Exercise description
Using the records that appear below, write out exactly the lines from the one with "readonly dtype: StoredType;" through the one with "if (bytes.length <", keeping both end lines.

Records shown Block Start

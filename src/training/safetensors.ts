import { CheckpointError } from '../errors.js';
import { shapeText } from '../tensor/checks.js';

/** Bytes per element of the element types that tfjs tensors can have. */
const elementBytes = { F32: 4, I32: 4, BOOL: 1 } as const;

/** An element type as the format names it. */
export type StoredType = keyof typeof elementBytes;

/** A named tensor's type, shape and little-endian bytes. */
export interface StoredTensor {
  readonly dtype: StoredType;
  readonly shape: readonly number[];
  readonly bytes: Uint8Array;
}

/** What a safetensors file holds. */
export interface StoredTensors {
  readonly metadata: Readonly<Record<string, string>>;
  readonly tensors: ReadonlyMap<string, StoredTensor>;
}

/**
 * Lays tensors out in the open safetensors format: the header's length as 8 little-endian bytes, a JSON header
 * with each tensor's `dtype`, `shape` and `data_offsets` and string metadata under `__metadata__`, then the
 * raw values without gaps.
 */
export function encodeSafetensors({ metadata, tensors }: StoredTensors): Uint8Array {
  const header: Record<string, unknown> = { __metadata__: metadata };
  let size = 0;
  for (const [name, tensor] of tensors) {
    const end = size + tensor.bytes.length;
    header[name] = { dtype: tensor.dtype, shape: tensor.shape, data_offsets: [size, end] };
    size = end;
  }
  const text = new TextEncoder().encode(JSON.stringify(header));
  // Readers may map the values in place, which wants them aligned; the format allows trailing spaces for this.
  const length = Math.ceil(text.length / 8) * 8;
  const bytes = new Uint8Array(8 + length + size);
  new DataView(bytes.buffer).setBigUint64(0, BigInt(length), true);
  bytes.fill(0x20, 8, 8 + length);
  bytes.set(text, 8);
  let at = 8 + length;
  for (const tensor of tensors.values()) {
    bytes.set(tensor.bytes, at);
    at += tensor.bytes.length;
  }
  return bytes;
}

function refuse(where: string, got: string, cause?: unknown): never {
  throw new CheckpointError(
    `${where}: the file must be a whole safetensors file; got ${got}; use an earlier checkpoint`,
    { cause },
  );
}

/** Reads the safetensors format, refusing anything that breaks its rules. */
export function decodeSafetensors(where: string, bytes: Uint8Array): StoredTensors {
  if (bytes.length < 8) refuse(where, `${bytes.length} bytes, too few for a header`);
  const length = new DataView(bytes.buffer, bytes.byteOffset, 8).getBigUint64(0, true);
  if (length > BigInt(bytes.length - 8)) {
    refuse(where, `${bytes.length} bytes where the header alone takes ${length + 8n}: truncated or damaged`);
  }
  const start = 8 + Number(length);
  let header: unknown;
  try {
    header = JSON.parse(new TextDecoder('utf-8', { fatal: true }).decode(bytes.subarray(8, start)));
  } catch (cause) {
    refuse(where, 'a damaged header', cause);
  }
  if (typeof header !== 'object' || header === null || Array.isArray(header))
    refuse(where, 'a damaged header');
  const { __metadata__: metadata = {}, ...entries } = header as Record<string, unknown>;
  if (
    typeof metadata !== 'object' ||
    metadata === null ||
    Object.values(metadata).some((v) => typeof v !== 'string')
  ) {
    refuse(where, 'damaged metadata');
  }
  const tensors = new Map<string, StoredTensor>();
  let at = 0;
  for (const [name, entry] of Object.entries(entries)) {
    const { dtype, shape, begin, end } = readEntry(where, name, entry);
    const size = shape.reduce((product, side) => product * side, elementBytes[dtype]);
    if (begin !== at || end - begin !== size) {
      refuse(
        where,
        `bytes ${begin} to ${end} for ${name} of type ${dtype} and shape ${shapeText(shape)}: a damaged header`,
      );
    }
    at = end;
    tensors.set(name, { dtype, shape, bytes: bytes.subarray(start + begin, start + end) });
  }
  if (at !== bytes.length - start) {
    refuse(where, `${bytes.length} bytes where the header announces ${start + at}: truncated or damaged`);
  }
  return { metadata: metadata as Record<string, string>, tensors };
}

function readEntry(where: string, name: string, entry: unknown) {
  const { dtype, shape, data_offsets: offsets } = (entry ?? {}) as Record<string, unknown>;
  const counts = (list: unknown): list is number[] =>
    Array.isArray(list) && list.every((n) => Number.isSafeInteger(n) && n >= 0);
  if (!counts(shape) || !counts(offsets) || offsets.length !== 2)
    refuse(where, `a damaged entry for ${name}`);
  if (typeof dtype !== 'string' || !Object.hasOwn(elementBytes, dtype)) {
    refuse(where, `the element type ${String(dtype)} for ${name}, where F32, I32 or BOOL is due`);
  }
  return { dtype: dtype as StoredType, shape, begin: offsets[0]!, end: offsets[1]! };
}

Records shown Block End

Completed task
  readonly dtype: StoredType;
  readonly shape: readonly number[];
  readonly bytes: Uint8Array;
}

/** What a safetensors file holds. */
export interface StoredTensors {
  readonly metadata: Readonly<Record<string, string>>;
  readonly tensors: ReadonlyMap<string, StoredTensor>;
}

/**
 * Lays tensors out in the open safetensors format: the header's length as 8 little-endian bytes, a JSON header
 * with each tensor's `dtype`, `shape` and `data_offsets` and string metadata under `__metadata__`, then the
 * raw values without gaps.
 */
export function encodeSafetensors({ metadata, tensors }: StoredTensors): Uint8Array {
  const header: Record<string, unknown> = { __metadata__: metadata };
  let size = 0;
  for (const [name, tensor] of tensors) {
    const end = size + tensor.bytes.length;
    header[name] = { dtype: tensor.dtype, shape: tensor.shape, data_offsets: [size, end] };
    size = end;
  }
  const text = new TextEncoder().encode(JSON.stringify(header));
  // Readers may map the values in place, which wants them aligned; the format allows trailing spaces for this.
  const length = Math.ceil(text.length / 8) * 8;
  const bytes = new Uint8Array(8 + length + size);
  new DataView(bytes.buffer).setBigUint64(0, BigInt(length), true);
  bytes.fill(0x20, 8, 8 + length);
  bytes.set(text, 8);
  let at = 8 + length;
  for (const tensor of tensors.values()) {
    bytes.set(tensor.bytes, at);
    at += tensor.bytes.length;
  }
  return bytes;
}

function refuse(where: string, got: string, cause?: unknown): never {
  throw new CheckpointError(
    `${where}: the file must be a whole safetensors file; got ${got}; use an earlier checkpoint`,
    { cause },
  );
}

/** Reads the safetensors format, refusing anything that breaks its rules. */
export function decodeSafetensors(where: string, bytes: Uint8Array): StoredTensors {
  if (bytes.length < 8) refuse(where, `${bytes.length} bytes, too few for a header`);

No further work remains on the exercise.